U.S. Regulators Fines on Cotton Trading Limits Tops $2 Million
U.S. regulators imposed more than $2 million in fines this week involving excessive speculation in the cotton market during 2010 and 2011, when prices more than tripled on their way to a record high before plunging.
JPMorgan (JPM) Chase Bank, a unit of JPMorgan Chase & Co., agreed to pay a penalty of $600,000 and Australia & New Zealand Banking Group Ltd. (ANZ) was also ordered to pay $350,000, the U.S. Commodity Futures Trading Commission said yesterday in separate statements.

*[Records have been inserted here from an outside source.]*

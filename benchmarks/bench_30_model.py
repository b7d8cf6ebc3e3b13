"""Fleet model speed: profiled REML from cell statistics against plain statsmodels MixedLM.

Cases: a simulated fleet of 2,000 units with 700,000 checks (written directly into a DuckDB
file, cached in bench-output/), and the 10-million-check benchmark fleet from
benchmarks/fleet.py when it exists. Each part runs in its own process so peak memory
(ru_maxrss) belongs to that part alone. Targets: < 3 s (700k), < 60 s (10M), < 4 GB.
"""

from __future__ import annotations

import json
import resource
import subprocess
import sys
import time
import warnings
from pathlib import Path

OUT = Path(__file__).resolve().parent.parent / "bench-output"
DB_700K = OUT / "model-700k.duckdb"
DB_10M = OUT / "model-10m-simulated.duckdb"


def _peak_mb() -> float:
    return resource.getrusage(resource.RUSAGE_SELF).ru_maxrss / 1024.0


def _ensure_simulated(path: Path, **kwargs) -> Path:
    import duckdb

    from pipeline.db import migrate
    from pipeline.models.simulate import simulate_fleet

    if not path.exists():
        OUT.mkdir(exist_ok=True)
        tmp = path.with_suffix(".tmp")
        tmp.unlink(missing_ok=True)
        con = duckdb.connect(str(tmp))
        migrate(con)
        simulate_fleet(con, **kwargs)
        con.close()
        tmp.rename(path)
    return path


def part_fit(path: str, window_days: str = "") -> dict:
    import dataclasses

    from pipeline.db import connect
    from pipeline.models.fleet_model import fit_fleet_model
    from pipeline.settings import Settings

    settings = Settings()
    if window_days:  # a window over every check of the fleet instead of the configured one
        settings = dataclasses.replace(settings, model=dataclasses.replace(settings.model, window_days=int(window_days)))
    con = connect(path, read_only=True)
    started = time.perf_counter()
    result = fit_fleet_model(con, settings)
    elapsed = time.perf_counter() - started
    return {"part": "fit", "db": path, "seconds": elapsed, "peak_mb": _peak_mb(), "n_checks": result.n_checks,
            "n_units": result.n_units, "n_lots": result.n_lots, "converged": result.converged,
            "cells": result.parameters.get("n_cells"), "iterations": result.parameters.get("iterations"),
            "timings": result.parameters.get("timings_s")}


def part_statsmodels(path: str) -> dict:
    import statsmodels.formula.api as smf

    from pipeline.db import connect, sql_text
    from pipeline.models.fleet_model import fit_fleet_model  # noqa: F401  (same import cost as the fit)

    con = connect(path, read_only=True)
    end = con.execute("SELECT max(measured_at) FROM checks").fetchone()[0]
    import datetime as dt
    con.execute(sql_text("queries/model_base"), {"window_start": end - dt.timedelta(days=365), "window_end": end})
    frame = con.execute("SELECT instrument_id || '/' || baseline_period AS unit, lot_id, t, d, y FROM model_base").df()
    started = time.perf_counter()
    with warnings.catch_warnings(record=True) as caught:
        warnings.simplefilter("always")
        model = smf.mixedlm("y ~ 0 + C(lot_id) + t + d", frame, groups=frame["unit"], re_formula="~t")
        fit = model.fit(reml=True, method=["lbfgs"])
    elapsed = time.perf_counter() - started
    return {"part": "statsmodels", "db": path, "seconds": elapsed, "peak_mb": _peak_mb(), "n_checks": len(frame),
            "converged": bool(fit.converged), "warnings": len(caught),
            "t": float(fit.fe_params["t"]), "d": float(fit.fe_params["d"])}


def _run(part: str, path: Path, *extra: str) -> dict:
    out = subprocess.run([sys.executable, "-m", "benchmarks.bench_30_model", part, str(path), *extra],
                         capture_output=True, text=True, check=True, cwd=Path(__file__).resolve().parent.parent)
    return json.loads(out.stdout.strip().splitlines()[-1])


def main() -> None:
    db = _ensure_simulated(DB_700K, n_units=2000, checks_per_unit=350, days=360, seed=2026, bad_lot_pct=3.0)
    ours = _run("fit", db)
    print(f"fleet model, {ours['n_checks']:,} checks, {ours['n_units']} unit-periods, {ours['n_lots']} lots, "
          f"{ours['cells']} cells: {ours['seconds']:.2f} s, peak {ours['peak_mb']:.0f} MB, "
          f"converged {ours['converged']} (target < 3 s, < 4 GB); of which {_split(ours)}", flush=True)
    ref = _run("statsmodels", db)
    print(f"statsmodels MixedLM (lbfgs), same data: {ref['seconds']:.1f} s, peak {ref['peak_mb']:.0f} MB, "
          f"converged {ref['converged']}; ratio {ref['seconds'] / ours['seconds']:.0f}x", flush=True)
    try:
        from benchmarks.fleet import benchmark_database
        big_db, label = benchmark_database(), "benchmark fleet"
    except ImportError:
        # Until benchmarks/fleet.py lands: 5,000 units x 2,000 checks over 24 months, simulated.
        big_db = _ensure_simulated(DB_10M, n_units=5000, checks_per_unit=2000, days=720, seed=2027,
                                   bad_lot_pct=3.0)
        label = "simulated 10M-check fleet (benchmarks/fleet.py not available)"
    big = _run("fit", big_db)
    print(f"{label}: {big['n_checks']:,} checks in the 365-day window, {big['n_units']} unit-periods, "
          f"{big['n_lots']} lots: {big['seconds']:.1f} s, peak {big['peak_mb']:.0f} MB, "
          f"converged {big['converged']} (target < 60 s, < 4 GB); of which {_split(big)}", flush=True)
    whole = _run("fit", big_db, "1000")
    print(f"{label}, window over all its checks: {whole['n_checks']:,} checks, {whole['n_units']} unit-periods, "
          f"{whole['n_lots']} lots: {whole['seconds']:.1f} s, peak {whole['peak_mb']:.0f} MB, "
          f"converged {whole['converged']} (target < 60 s, < 4 GB); of which {_split(whole)}")


def _split(r: dict) -> str:
    t = r.get("timings") or {}
    return (f"check_results -> model_base {t.get('check_results_to_model_base', float('nan')):.2f} s, "
            f"REML {t.get('reml', float('nan')):.2f} s")


if __name__ == "__main__":
    if len(sys.argv) >= 3:
        part = {"fit": part_fit, "statsmodels": part_statsmodels}[sys.argv[1]]
        print(json.dumps(part(*sys.argv[2:])))
    else:
        main()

On Sept. 25, the agency said Sheenson Investments Ltd. and its founder Ge Weidong, based in Shanghai, China, agreed to pay $1.5 million.

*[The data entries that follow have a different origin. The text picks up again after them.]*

// signedSqrt undoes x -> x |x|.
func signedSqrt(x float64) float64 { return math.Copysign(math.Sqrt(math.Abs(x)), x) }

// drawTabled fills dist, plx, pmRA and pmDec of draws lo..hi-1. The
// distance r comes from the tabulated posterior (EDSD, or a catalog
// distance weighed by the parallax) or is the fixed pointKpc; the proper
// motions from their normal conditional on the true parallax 1/r:
//
//	mu | w = mu_obs + S_mw / S_ww (1/r - w_obs),  cov S_mm - S_mw S_wm / S_ww
//
// (conditional of a multivariate normal, e.g. Anderson 2003, An Introduction
// to Multivariate Statistical Analysis, 3rd ed., theorem 2.5.1). With a flat
// prior on the true proper motions this is the exact joint posterior of
// (r, mu): the marginal of r is the EDSD posterior of the parallax alone, and
// the parallax-pm correlations survive in the draws.
func (w *worker) drawTabled(dr *drawing, lo, hi int) {
	// All distances of the block first, then the proper motions: the
	// table lookups of a tight loop overlap in the processor, interleaved
	// with the normal draws they wait on each other.
	for i := lo; i < hi; i++ {
		w.dist[i] = dr.pointKpc
		if dr.tabled {
			w.dist[i] = w.table.quantile(w.rnd.float64())
		}
	}
	if dr.cond.nAct == 2 {
		w.drawPMs2(&dr.pm, lo, hi, dr.wObs, dr.mean, dr.beta, &dr.cond)
		return
	}
	for i := lo; i < hi; i++ {
		w.drawPM(&dr.pm, i, w.dist[i], dr.wObs, dr.mean, dr.beta, &dr.cond)
	}
}

// drawPMs2 is drawPM for draws lo..hi-1 when both proper motions have an
// uncertainty: the normals of the calls of g.draw first, then the same
// arithmetic.
func (w *worker) drawPMs2(rnd *stream, lo, hi int, wObs float64, mean [3]float64, beta [2]float64, g *gauss) {
	z := w.z[:2*(hi-lo)]
	rnd.normals(z)
	dist, plxs, pmRA, pmDec := w.dist[lo:hi], w.plx[lo:hi], w.pmRA[lo:hi], w.pmDec[lo:hi]
	l, m := &g.lower, g.mean
	for i, d := range dist {
		zi := z[2*i : 2*i+2 : 2*i+2]
		z0, z1 := zi[0], zi[1]
		x0 := m[0] + l[0][0]*z0
		x1 := m[1] + (l[1][0]*z0 + l[1][1]*z1)
		plx := 1 / d
		plxs[i] = plx
		pmRA[i] = mean[1] + beta[0]*(plx-wObs) + x0
		pmDec[i] = mean[2] + beta[1]*(plx-wObs) + x1
	}
}

// drawPM stores distance d and proper motions drawn from rnd from their
// normal conditional on the true parallax 1/d in draw i.
func (w *worker) drawPM(rnd *stream, i int, d, wObs float64, mean [3]float64, beta [2]float64, g *gauss) {
	plx := 1 / d
	var x [3]float64
	g.draw(rnd, &x)
	w.dist[i], w.plx[i] = d, plx
	w.pmRA[i] = mean[1] + beta[0]*(plx-wObs) + x[0]
	w.pmDec[i] = mean[2] + beta[1]*(plx-wObs) + x[1]
}

// maxCatalogTries: a catalog distance of which the parallax admits less
// than 1/maxCatalogTries fails the star (the rejection sampler this
// replaced gave up after maxCatalogTries tries per draw).
const maxCatalogTries = 200

// catalogConflictShare: below this share of the catalog distance admitted
// by the parallax the star gets a ReasonPlxConflict note.
const catalogConflictShare = 0.05

// conditionalPM returns the regression of the proper motions on the
// parallax and a sampler of their conditional normal; joint is the sampler
// of (parallax, pm_ra, pm_dec) with covariance cov.
func conditionalPM(cov *[3][3]float64, joint *gauss) ([2]float64, gauss) {
	var beta [2]float64
	if cov[0][0] > 0 {
		for i := range 2 {
			beta[i] = cov[0][i+1] / cov[0][0]
		}
	}
	return beta, joint.conditionalOnFirst()
}

func growVec(b [][3]float64, n int) [][3]float64 {
	if cap(b) >= n {
		return b[:n]
	}
	return make([][3]float64, n)
}

// applyPrior reweights the first kept draws by the velocity prior
// (prior.go), replaces them by the equal-weight resample where they are
// used later (r_gc^2 and v_esc^2 only when their medians need the draws),
// takes the traced draws spread evenly over it (the resample is in draw
// order) and returns the weighted unbound share and the effective sample
// size; minSpeed2 is the smallest speed^2 of the draws.
func (w *worker) applyPrior(sigmaKms float64, kept, keep int, minSpeed2 float64, needRGC, needVesc bool, los *lineOfSight, r *Result) (pUnbound, ess float64) {
	idx := w.idx[:kept]
	pu, ess := priorResampleMin(w.speed2[:kept], minSpeed2, w.unbound[:kept], sigmaKms, w.rndV.float64(), w.wt[:kept], idx)
	for i := range keep {
		j := idx[i*kept/keep]
		r.SamplePos[i], r.SampleVel[i] = los.at(w.dist[j], w.pmRA[j], w.pmDec[j], w.rv[j])
	}
	for _, x := range [][]float64{w.dist, w.speed2, w.vrad2, w.vtan2} {
		gather(x, w.tmp, idx)
	}
	if needRGC {
		gather(w.rgc2, w.tmp, idx)
	}
	if needVesc {
		gather(w.vesc2, w.tmp, idx)
	}
	if ess < minPriorESSShare*float64(kept) {
		r.note(ReasonPriorDominated, "the velocity prior (%g km/s) leaves an effective sample size of %.0f of %d draws: the data constrain the velocity poorly", sigmaKms, ess, kept)
	}
	return pu, ess
}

Cotton surged to an all-time high of $2.197 a pound on ICE Futures U.S. in New York on March 7, 2011, from 66.55 cents on Feb. 5, 2010, amid rising demand from China. The commodity then plunged to less than $1 by July 2011, and closed yesterday at 71.53 cents. Volatility led to a tripling of disputes over supply contracts in the first quarter of 2012 from a year earlier, the International Cotton Association estimates.
“The penalties are long overdue,” Jordan Lea, the chairman of Eastern Trading Co., a cotton exporter in Greenville, South Carolina, said in an e-mail. “They may actually give market participants a bit of confidence as we all knew there were untoward things going on. We just did not know who or whom to hold accountable.”

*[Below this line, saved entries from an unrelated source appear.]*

// raw mirrors the keys of the file that are not in the settings table;
// pointers tell "absent" from zero.
type raw struct {
	Name        *string   `toml:"name"`
	Ledger      *string   `toml:"ledger"`
	Rules       *string   `toml:"rules"`
	NullMarkers *[]string `toml:"null_markers"`
	Catalog     []rawCat  `toml:"catalog"`
	Potential   *rawPot   `toml:"potential"`
	Tile        *rawTile  `toml:"tile"`
	Slurm       *Slurm    `toml:"slurm"`
}

type rawTile struct {
	Order       *int               `toml:"order"`
	Pixel       *int64             `toml:"pixel"`
	FineOrder   *int               `toml:"fine_order"`
	InnerArcsec *float64           `toml:"inner_arcsec"`
	Unplaced    bool               `toml:"unplaced"`
	Plan        string             `toml:"plan"`
	Prior       map[string]float64 `toml:"prior"`
}

type rawCat struct {
	Name           *string           `toml:"name"`
	File           *string           `toml:"file"`
	Role           *string           `toml:"role"`
	Epoch          *float64          `toml:"epoch"`
	Release        *string           `toml:"release"`
	PositionErrMas *float64          `toml:"position_err_mas"`
	NullMarkers    *[]string         `toml:"null_markers"`
	Columns        map[string]string `toml:"columns"`
	Units          map[string]string `toml:"units"`
	Format         *string           `toml:"format"`
	HDU            *tomlScalar       `toml:"hdu"`
	Table          *tomlScalar       `toml:"table"`
	Delimiter      *string           `toml:"delimiter"`
}

type rawPot struct {
	Model     *string   `toml:"model"`
	Component []rawComp `toml:"component"`
}

type rawComp struct {
	Kind     string  `toml:"kind"`
	MassMsun float64 `toml:"mass_msun"`
	ScaleKpc float64 `toml:"scale_kpc"`
	AKpc     float64 `toml:"a_kpc"`
	BKpc     float64 `toml:"b_kpc"`
}

var (
	catNameRE   = regexp.MustCompile(`^[a-z][a-z0-9_]*$`)
	tomlLineRE  = regexp.MustCompile(`^toml: line (\d+)(?: \(last key "([^"]*)"\))?`)
	validRoles  = []catalog.Role{catalog.Astrometry, catalog.Spectroscopy, catalog.Photometry}
	distMethods = []string{"auto", "inverse", "edsd", "catalog"}
)

// Parse parses campaign text. name is used in messages (usually the file
// path); dir is the absolute directory relative paths are resolved from.
// On error it returns position.Errors holding every problem found, in file
// order (problems without a place last), each wrapping one of the Err*
// sentinels, or a single *position.Error for text that is not TOML.
func Parse(name string, data []byte, dir string) (*Campaign, error) {
	text := string(data)
	var r raw
	md, err := toml.Decode(text, &r)
	if err != nil {
		return nil, syntaxError(name, text, err)
	}
	given, mdSettings, err := decodeSettings(text)
	if err != nil {
		return nil, syntaxError(name, text, err)
	}
	// A key is unknown when neither decoding took it.
	undecoded := map[string]bool{}
	for _, k := range mdSettings.Undecoded() {
		undecoded[k.String()] = true
	}
	p := &parser{file: name, pos: tomlpos.Scan(text)}
	var reported []string
	for _, k := range md.Undecoded() {
		ks := k.String()
		if !undecoded[ks] {
			continue
		}
		inner := false // keys inside an unknown table add nothing
		for _, r := range reported {
			inner = inner || strings.HasPrefix(ks, r+".")
		}
		if inner {
			continue
		}
		reported = append(reported, ks)
		p.bad(p.pos.Near(k...), ks, ErrUnknownKey, "unknown key%s", retired.Hint(k[len(k)-1]))
	}
	c := p.build(&r, given, name, dir)
	if len(p.errs) > 0 {
		// File order; problems without a line (e.g. no astrometry catalog) last.
		sort.SliceStable(p.errs, func(i, j int) bool {
			li, lj := p.errs[i].Line, p.errs[j].Line
			return li != 0 && (lj == 0 || li < lj)
		})
		return nil, p.errs
	}
	return c, nil
}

In 2010, New York-based JPMorgan exceeded held net-short position in New York cotton futures in excess of CFTC speculative position limits on several days between Sept. 16 and Oct. 5, the CFTC said in a statement. The limit is 3,500 contracts in a single month and 5,000 contracts in all months combined. The bank declined to comment through Jennifer Zuccarelli, a spokeswoman in New York.
ANZ, based in Melbourne, exceeded the cotton limit on one day in February 2011 and those for wheat on the Chicago Board of Trade in August 2010, the CFTC said.
“These breaches of CFTC regulations were inadvertent, technical in nature and confined to a small number of transactions,” ANZ Chief Risk Officer Nigel Williams said in an e-mailed statement. “Ensuring we are compliant with regulations is a key priority in every part of ANZ.”
Sheenson Investments agreed to pay a “disgorgement” fine of $1 million for ill-gotten gains and a $500,000 civil penalty to settle the charges that they exceeded speculative position limits in soybean-oil and cotton futures, the CFTC said in a Sept. 25 statement. Seven calls to Sheenson from Bloomberg in Shanghai were not answered.